Saturday, October 24, 2009

3 Films Make A Post: A New Beginning

Taste of Killing (1966): Tonino Valerii's Spaghetti Western about a bounty killer (Craig Hill) protecting a load of gold from the bandit (George Martin) who once killed his brother starts out promising enough and looks quite stylish throughout. Alas, it also suffers from a script that permanently brings up enticing details about its characters without ever making much use of them or finding a unified theme. As it stands, the film is a series of Spaghetti standard situations done well enough, but without the intelligence that makes the best part of the genre so interesting and without much that holds the single parts together.

 

Goemon (2009): Either I am finally getting too old for this shit, or this is the most horrible, candy-colored mess of a CGI fest I have seen in a long time.
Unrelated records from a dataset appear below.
# ---------------------------------------------------------------- special files

def _fifo(name: str) -> Callable[[Path], None]:
    def build(folder: Path) -> None:
        os.mkfifo(folder / name)
    return build


def _link(name: str, target: str) -> Callable[[Path], None]:
    def build(folder: Path) -> None:
        (folder / name).symlink_to(target)
    return build


def _outside_file(folder: Path) -> Path:
    outside = folder.parent / (folder.name + "-outside")
    outside.mkdir(exist_ok=True)
    return _write(outside, "secret.cir", "R99 x y 1k\n")


def _link_out(name: str) -> Callable[[Path], None]:
    def build(folder: Path) -> None:
        (folder / name).symlink_to(_outside_file(folder))
    return build


def _dir_link_out(name: str) -> Callable[[Path], None]:
    def build(folder: Path) -> None:
        (folder / name).symlink_to(_outside_file(folder).parent, target_is_directory=True)
    return build


def _loop(folder: Path) -> None:
    (folder / "boards" / "sub").mkdir(parents=True)
    _write(folder / "boards", "a.cir", HEADER + GOOD_STAGE)
    (folder / "boards" / "sub" / "up").symlink_to("..", target_is_directory=True)


# ---------------------------------------------------------------- the cases

def cases(big: bool = True) -> list[tuple[Case, dict[str, str | bytes]]]:
    """Every generated case with the files it needs. `big=False` skips the 100 MB ones."""
    out: list[tuple[Case, dict[str, str | bytes]]] = []

    def add(case: Case, files: dict[str, str | bytes]) -> None:
        if not case.inputs:
            case.inputs = [n for n in files]
        out.append((case, files))

    # -- subcircuits
    add(Case("deep_subckt_definitions", ["check", "b.cir"], 2, "max-subckt-depth", "column"),
        {"b.cir": deep_subckt_definitions()})
    add(Case("deep_instance_chain", ["check", "b.cir"], 2, "max-subckt-depth", "column"),
        {"b.cir": deep_instance_chain()})
    add(Case("mutual_recursion", ["check", "b.cir"], 2, "subcircuit recursion", "column"),
        {"b.cir": mutual_recursion()})
    add(Case("instance_explosion_10x10", ["check", "b.cir"], 2, "max-elements", "column",
             timeout=30), {"b.cir": instance_explosion()})
    add(Case("instance_explosion_raised_still_bounded",
             ["check", "b.cir", "--max-elements", "50000"], 2, "max-elements", "column",
             timeout=30), {"b.cir": instance_explosion(levels=6)})
    # -- parameters and expressions
    add(Case("parameter_chain_5000", ["check", "b.cir"], 0, "0 contacts", None),
        {"b.cir": parameter_chain()})
    # A parameter that cannot be evaluated is a located warning (issue 12: one
    # bad line never sinks the board); the element using it is not evaluated.
    add(Case("parameter_cycle", ["check", "b.cir"], (0, 1), "parameter cycle", "column"),
        {"b.cir": parameter_cycle()})
    add(Case("parameter_doubling_overflow", ["check", "b.cir"], (0, 1), "overflow", "column"),
        {"b.cir": parameter_doubling()})
    add(Case("expression_nest_100k", ["check", "b.cir"], 2, "max-line-length", "column"),
        {"b.cir": expression_nest()})
    add(Case("expression_nest_3k", ["check", "b.cir"], 2, "max-expression-depth", "column"),
        {"b.cir": expression_nest(3_000)})
    add(Case("expression_nest_raised_past_the_stack",
             ["check", "b.cir", "--max-expression-depth", "1000000",
              "--max-expression-work", "1000000"], 2, "max-expression-depth",
             "column"), {"b.cir": expression_nest(40_000)})
    add(Case("unary_nest_5k", ["check", "b.cir"], 2, "max-expression-depth", "column"),
        {"b.cir": unary_nest(5_000)})
    add(Case("power_tower", ["check", "b.cir"], (0, 1), "overflow", "column"),
        {"b.cir": power_tower()})
    add(Case("long_sum_200k_terms", ["check", "b.cir", "--max-line-length", "1000000"], 2,
             "max-expression-work", "column"), {"b.cir": long_sum()})
    # -- size
    if big:
        add(Case("line_100MB", ["check", "b.cir"], 2, "max-line-length", "column", timeout=60),
            {"b.cir": HEADER + "R1 a b " + "9" * 100_000_000 + "\n"})
        add(Case("line_100MB_of_comment_markers", ["check", "b.cir"], 2, "max-line-length",
                 "column", timeout=60),
            {"b.cir": HEADER + "R1 a b 1k " + "a$" * 50_000_000 + "\n"})
        add(Case("file_above_max_file_bytes", ["check", "b.cir", "--max-file-bytes", "1000000"],
                 2, "max-file-bytes", None), {"b.cir": HEADER + "* x\n" * 400_000})
    add(Case("million_continuation_lines", ["check", "b.cir"], 2, "max-line-length", "column",
             timeout=60), {"b.cir": continuation_lines()})
    add(Case("million_continuation_lines_raised",
             ["check", "b.cir", "--max-line-length", "10000000"], (0, 1), "unexpected", "column",
             timeout=60), {"b.cir": continuation_lines()})
    add(Case("million_blank_continuations", ["check", "b.cir"], (0, 1), "1 contact", None,
             timeout=60), {"b.cir": blank_continuations()})
    # -- includes
    add(Case("includes_itself", ["check", "b.cir"], 2, "include cycle", "column"),
        {"b.cir": HEADER + ".include b.cir\n"})
    add(Case("includes_mutually", ["check", "b.cir"], 2, "include cycle", "column"),
        {"b.cir": HEADER + ".include c.inc\n", "c.inc": "* c\n.include d.inc\n",
         "d.inc": "* d\n.include c.inc\n"})
    # Read once per definition (a reader warning; reports do not show reader
    # warnings yet, see tests/hostile/test_reader_guards.py for the warning).
    # Only model cards: the board holds no parts, an empty-netlist error.
    add(Case("include_same_file_1000_times", ["check", "b.cir"], 1, "holds no parts", None,
             timeout=60),
        {"b.cir": HEADER + ".include l1.inc\n" * 1000,
         "l1.inc": ".include l2.inc\n" * 1000,
         "l2.inc": ".model D1 D\n" * 1000})
    add(Case("include_bomb_through_subckts", ["check", "b.cir"], 2, "max-elements", "column",
             timeout=60),
        {"b.cir": HEADER + ".include l1.inc\n",
         "l1.inc": "".join(f".subckt A{k} a\n.include l2.inc\n.ends\n" for k in range(1000)),
         "l2.inc": "".join(f".subckt B{k} a\n.include l3.inc\n.ends\n" for k in range(1000)),
         "l3.inc": ".model D1 D\n" * 1000})
    add(Case("empty_instance_tree", ["check", "b.cir"], 2, "max-elements", "column"),
        {"b.cir": HEADER + ".subckt E0 a\n.ends\n" + "".join(
            f".subckt E{k} a\n" + "".join(f"X{j} a E{k - 1}\n" for j in range(10)) + ".ends\n"
            for k in range(1, 11)) + "XT n E10\n"})
    add(Case("include_depth", ["check", "b.cir"], 2, "max-include-depth", "column"),
        dict([("b.cir", HEADER + ".include i0.inc\n")]
             + [(f"i{k}.inc", f".include i{k + 1}.inc\n") for k in range(40)]
             + [("i40.inc", "R1 a b 1k\n")]))
    add(Case("include_dotdot", ["check", "b.cir"], 2, "leaves the project", "column"),
        {"b.cir": HEADER + ".include ../../../../../../etc/passwd\n"})
    # Absolute, drive-letter and network paths outside the project are library
    # lines into a simulator's installation (issue 12): not read, one note.
    add(Case("include_absolute", ["check", "b.cir"], (0, 1), "outside the project", "column"),
        {"b.cir": HEADER + ".include /etc/passwd\n"})
    add(Case("include_drive_letter", ["check", "b.cir"], (0, 1), "outside the project", "column"),
        {"b.cir": HEADER + ".include C:\\boards\\x.cir\n"})
    add(Case("include_unc_path", ["check", "b.cir"], (0, 1), "outside the project", "column"),
        {"b.cir": HEADER + ".include \\\\server\\share\\x.cir\n"})
    add(Case("lib_dotdot", ["check", "b.cir"], 2, "leaves the project", "column"),
        {"b.cir": HEADER + ".lib ../x.lib fast\n"})
    add(Case("include_symlink_out", ["check", "b.cir"], 2, "symlink", "column",
             build=_link_out("evil.inc")), {"b.cir": HEADER + ".include evil.inc\n"})
    add(Case("include_through_dir_symlink", ["check", "b.cir"], 2, "symlink", "column",
             build=_dir_link_out("lib")), {"b.cir": HEADER + ".include lib/secret.cir\n"})
    add(Case("include_fifo", ["check", "b.cir"], 2, "not a regular file", "column",
             build=_fifo("pipe.inc"), timeout=20), {"b.cir": HEADER + ".include pipe.inc\n"})
    add(Case("include_folder", ["check", "b.cir"], 2, "not a regular file", "column",
             build=lambda f: (f / "sub").mkdir()), {"b.cir": HEADER + ".include sub\n"})
    add(Case("include_device_via_link", ["check", "b.cir"], 2, "symlink", "column",
             build=_link("zero.inc", "/dev/zero"), timeout=20),
        {"b.cir": HEADER + ".include zero.inc\n"})
    add(Case("include_folder_option_allows", ["check", "b.cir", "--include-folder", "../lib"],
             (0, 1), "contact", None,
             build=lambda f: _write(f.parent / "lib", "models.inc", ".model DX D\n")),
        {"b.cir": HEADER + GOOD_STAGE + ".include ../lib/models.inc\n"})
    # -- special files as the board itself
    add(Case("board_is_fifo", ["check", "pipe.cir"], 2, "not a regular file", None,
             build=_fifo("pipe.cir"), timeout=20), {})
    add(Case("board_is_dev_zero", ["check", "/dev/zero"], 2, "not a regular file", None,
             timeout=20), {})
    add(Case("folder_with_symlink_loop", ["check", "boards"], (0, 1), "1 board", None,
             build=_loop, timeout=30), {})
    add(Case("baseline_is_fifo", ["check", "b.cir", "--baseline", "base.json"], 2,
             "not a regular file", None, build=_fifo("base.json"), timeout=20),
        {"b.cir": HEADER + GOOD_STAGE})
    add(Case("config_is_fifo", ["check", "b.cir", "--config", "drc.toml"], 2, "drc.toml", None,
             build=_fifo("drc.toml"), timeout=20), {"b.cir": HEADER + GOOD_STAGE})
    add(Case("discovered_config_is_fifo", ["check", "b.cir"], (0, 1), "contact", None,
             build=_fifo("drc.toml"), timeout=20), {"b.cir": HEADER + GOOD_STAGE})
    # -- electrical extremes
    add(Case("hundreds_of_contacts_on_one_net", ["check", "b.cir", "--no-fixes", "-q"], (0, 1),
             "contacts", None, timeout=60), {"b.cir": many_contacts(400)})
    add(Case("thousands_of_contacts_on_one_net", ["check", "b.cir", "--no-fixes", "-q"], (0, 1),
             "contacts", None, timeout=240),
        {"b.cir": many_contacts(3000)})
    add(Case("rail_shorted_by_contact", ["check", "b.cir"], (0, 1, 2), "", None),
        {"b.cir": HEADER + "V1 vcc 0 DC 5\nSW1 vcc 0 TACTILE\nR1 vcc in 10k\nSW2 in 0 TACTILE\n"
                  "XU1 in out 0 0 0 0 0 0 0 0 0 0 0 vcc SN74HC14N\n"})
    add(Case("rail_shorted_directly_to_input", ["check", "b.cir"], (0, 1, 2), "", None),
        {"b.cir": HEADER + "V1 vcc 0 DC 5\nSW1 vcc in TACTILE\nR1 in 0 0\n"
                  "XU1 in out 0 0 0 0 0 0 0 0 0 0 0 vcc SN74HC14N\n"})
    # -- encodings
    add(Case("utf16_le_bom", ["check", "b.cir"], (0, 1), "1 contact", None),
        {"b.cir": codecs.BOM_UTF16_LE + (HEADER + GOOD_STAGE).encode("utf-16-le")})
    add(Case("utf16_be_bom", ["check", "b.cir"], (0, 1), "1 contact", None),
        {"b.cir": codecs.BOM_UTF16_BE + (HEADER + GOOD_STAGE).encode("utf-16-be")})
    add(Case("utf16_without_bom", ["check", "b.cir"], 2, "NUL", "column"),
        {"b.cir": (HEADER + GOOD_STAGE).encode("utf-16-le")})
    add(Case("utf16_bom_odd_length", ["check", "b.cir"], 2, "UTF-16", None),
        {"b.cir": codecs.BOM_UTF16_LE + (HEADER + GOOD_STAGE).encode("utf-16-le") + b"\x00"})
    add(Case("baseline_deep_nesting", ["check", "b.cir", "--baseline", "base.json"], 2,
             "nest too deeply", None),
        {"b.cir": HEADER + GOOD_STAGE, "base.json": "[" * 100_000 + "]" * 100_000})
    add(Case("config_deep_nesting", ["check", "b.cir"], 2, "nest too deeply", None),
        {"b.cir": HEADER + GOOD_STAGE, "drc.toml": "x = " + "[" * 100_000 + "]" * 100_000})
    add(Case("pyproject_deep_nesting", ["check", "b.cir"], 2, "nest too deeply", None),
        {"b.cir": HEADER + GOOD_STAGE,
         "pyproject.toml": "[tool.drc]\nx = " + "[" * 100_000 + "]" * 100_000})
    # -- outputs
    add(Case("output_over_board", ["check", "b.cir", "-o", "json:b.cir"], 2, "input file", None),
        {"b.cir": HEADER + GOOD_STAGE})
    add(Case("output_over_discovered_config", ["check", "b.cir", "-o", "json:drc.toml"], 2,
             "input", None),
        {"b.cir": HEADER + GOOD_STAGE, "drc.toml": "fail-level = \"error\"\n"})
    add(Case("output_over_included_file", ["check", "b.cir", "-o", "json:parts.txt"], 2,
             "input", None),
        {"b.cir": HEADER + GOOD_STAGE + ".include parts.txt\n", "parts.txt": ".model DX D\n"})
    add(Case("write_baseline_over_board", ["check", "b.cir", "--write-baseline", "b.cir"], 2,
             "input file", None), {"b.cir": HEADER + GOOD_STAGE})
    # -- the process around a check: special outputs, streams, values (process_cases.py)
    from tests.hostile import process_cases
    for case, files in (*process_cases.output_cases(), *process_cases.stream_cases(),
                        *process_cases.value_cases()):
        add(case, files)
    return out
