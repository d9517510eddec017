import { Router } from 'express';
import { allow } from '../../http/middleware/access';
import { handle } from '../../http/middleware/validate';
import { scoutInputSchema } from '../../../shared/schemas/scout';
import { runScout } from './service';
import { requestContentStamp } from '../../db/data-stamp';
import { jsonBody, responseCache, sendJsonBody } from '../../http/read-cache';

export const scoutRouter = Router();

/**
 * Starting conditions for a structure from the recorded neighbours, with the evidence for every number. The
 * answer is the same for every reader, so it is kept per content stamp (db/data-stamp.ts): never stale after a content write.
 */
scoutRouter.post(
  '/',
  allow('viewer'),
  handle({ body: scoutInputSchema }, async ({ body }, req, res) => {
    const stamp = await requestContentStamp(req);
    sendJsonBody(
      res,
      await responseCache.get(`scout:${JSON.stringify(body)}`, stamp, async () =>
        jsonBody(await runScout(body, stamp)),
      ),
    );
  }),
);
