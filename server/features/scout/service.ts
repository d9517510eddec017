import { LRUCache } from 'lru-cache';
import { analyseStructure, type CompoundDescriptors } from '../../chem';
import { Compound } from '../../db/models';
import { UnprocessableError } from '../../http/errors';
import { scout, ScoutOptionError } from './engine/engine';
import type { ScoutInputParsed, ScoutResult } from '../../../shared/schemas/scout';
import { fingerprintFromBytes, fingerprintOfIdcode } from '../../core/compound-fingerprints';
import { currentScoutModel } from './knowledge';
import { contentStamp } from '../../db/data-stamp';

/** What Scout needs of a structure text; it depends on the text alone, so it is kept (LRU) across data changes. */
interface ReadStructure {
  idcode: string;
  canonicalSmiles: string;
  descriptors: CompoundDescriptors;
  classes: string[];
  svg: string;
  /**
   * Fingerprint of the neutral parent from its ID code, as stored ones are; computed in the worker pool on first need
   * (a stored compound's is used instead).
   */
  parentFingerprint: () => Promise<Int32Array>;
}

const readStructures = new LRUCache<string, ReadStructure>({ max: 2_000 });

/** Parses and describes a structure text once (~10–20 ms); StructureError (400/413/422) for input the engine refuses. */
function readStructure(text: string): ReadStructure {
  const hit = readStructures.get(text);
  if (hit) return hit;
  const analysis = analyseStructure(text);
  const { idcode, canonicalSmiles } = analysis.identity;
  let fingerprint: Promise<Int32Array> | undefined;
  const read: ReadStructure = {
    idcode,
    canonicalSmiles,
    descriptors: analysis.descriptors,
    classes: analysis.classes,
    svg: analysis.svg,
    parentFingerprint: () =>
      (fingerprint ??= fingerprintOfIdcode(idcode).catch((error: unknown) => {
        fingerprint = undefined;
        throw error;
      })),
  };
  readStructures.set(text, read);
  return read;
}

/**
 * Scout for a structure text: the chemistry engine parses it (its StructureError gives 400/413/422 with the
 * reason), the stored fingerprint is used when the compound is already known, and the engine answers from the
 * model of the active records as of `stamp` (db/data-stamp.ts; the current one when not given).
 */
export async function runScout(input: ScoutInputParsed, stamp?: string): Promise<ScoutResult> {
  const structure = readStructure(input.structure);
  const existing = await Compound.findOne({ where: { idcode: structure.idcode }, attributes: ['id', 'fingerprint'] });
  const fingerprint = existing?.fingerprint
    ? fingerprintFromBytes(existing.fingerprint)
    : await structure.parentFingerprint();
  const model = await currentScoutModel(stamp ?? (await contentStamp()));
  const query = {
    id: existing?.id ?? null,
    smiles: structure.canonicalSmiles,
    descriptors: structure.descriptors,
    classes: structure.classes,
    fingerprint,
  };
  try {
    const result = scout(model, query, {
      targetRf: input.targetRf,
      solventPair: input.solventPair,
      phase: input.phase,
    });
    const { descriptors } = structure;
    return {
      query: {
        canonicalSmiles: structure.canonicalSmiles,
        formula: descriptors.formula,
        mw: descriptors.mw,
        clogp: descriptors.clogp,
        tpsa: descriptors.tpsa,
        hbd: descriptors.hbd,
        hba: descriptors.hba,
        classes: structure.classes,
        svg: structure.svg,
        existingCompoundId: existing?.id ?? null,
      },
      ...result,
    };
  } catch (error) {
    if (error instanceof ScoutOptionError) throw new UnprocessableError(error.message);
    throw error;
  }
}
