import { queryOptions, useMutation, useQuery, useQueryClient } from '@tanstack/react-query';
import { api } from '../../../lib/api-client';
import {
  apiTokenListSchema,
  apiTokenSchema,
  createdTokenSchema,
  type TokenCreate,
} from '../../../../shared/schemas/tokens';

/** Query keys of the API tokens, general to specific. */
const tokenKeys = {
  all: ['tokens'] as const,
  mine: () => [...tokenKeys.all, 'mine'] as const,
  everyone: () => [...tokenKeys.all, 'everyone'] as const,
};

const myTokensQueryOptions = queryOptions({
  queryKey: tokenKeys.mine(),
  queryFn: () => api('/api/tokens', {}, apiTokenListSchema),
});

const allTokensQueryOptions = queryOptions({
  queryKey: tokenKeys.everyone(),
  queryFn: () => api('/api/admin/tokens', {}, apiTokenListSchema),
});

export const useMyTokens = () => useQuery(myTokensQueryOptions);
export const useAllTokens = (enabled: boolean) => useQuery({ ...allTokensQueryOptions, enabled });

const createToken = (input: TokenCreate) => api('/api/tokens', { method: 'POST', body: input }, createdTokenSchema);
const revokeToken = (id: number) => api(`/api/tokens/${id}`, { method: 'DELETE' }, apiTokenSchema);

function useTokenMutation<I, O>(fn: (input: I) => Promise<O>) {
  const qc = useQueryClient();
  return useMutation({ mutationFn: fn, onSettled: () => qc.invalidateQueries({ queryKey: tokenKeys.all }) });
}

export const useCreateToken = () => useTokenMutation(createToken);
export const useRevokeToken = () => useTokenMutation(revokeToken);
I found its director's Kazuaki Kiriya's other big CGI mess Casshern with its wish to be every possible film at once much more worthwhile than the critical consensus says it is, but Goemon is nigh unwatchable.

The insanely broad acting with human actors who are less subtle than your typical anime character alone would be enough to kill the film, yet Kiriya insists on adding the insulting dumbness of his self-penned "script" and the already mentioned terrible CGI. I don't know the words fit to describe this vortex of absolute suckitude.

 

Kakurenbo (2004): A bunch of kids from a future, retro-futurist Japan comes to a ghost "town" (we'd call it a city, I suppose) to play a hidden, secret game of hide and seek - some of them to find out where all the other children who have disappeared before them went, some of them just for kicks.

This digitally animated one-man project by Shuhei Morita is an exceptionally beautiful anime with a visual style that is at once based on traditional Japanese designs and symbols (the fox masks the children wear, the basic designs of the demons who hunt them) and part of an already aged and lost future. It's a truly inspired piece of work, with every scene hinting at the basics of the film's future without ever actually revealing them. I tend to find storytelling techniques like this highly effective, consequently I am quite awed by the film's perfect and personal style and Morita's choice to let the (at times very creepy) mood do the explaining.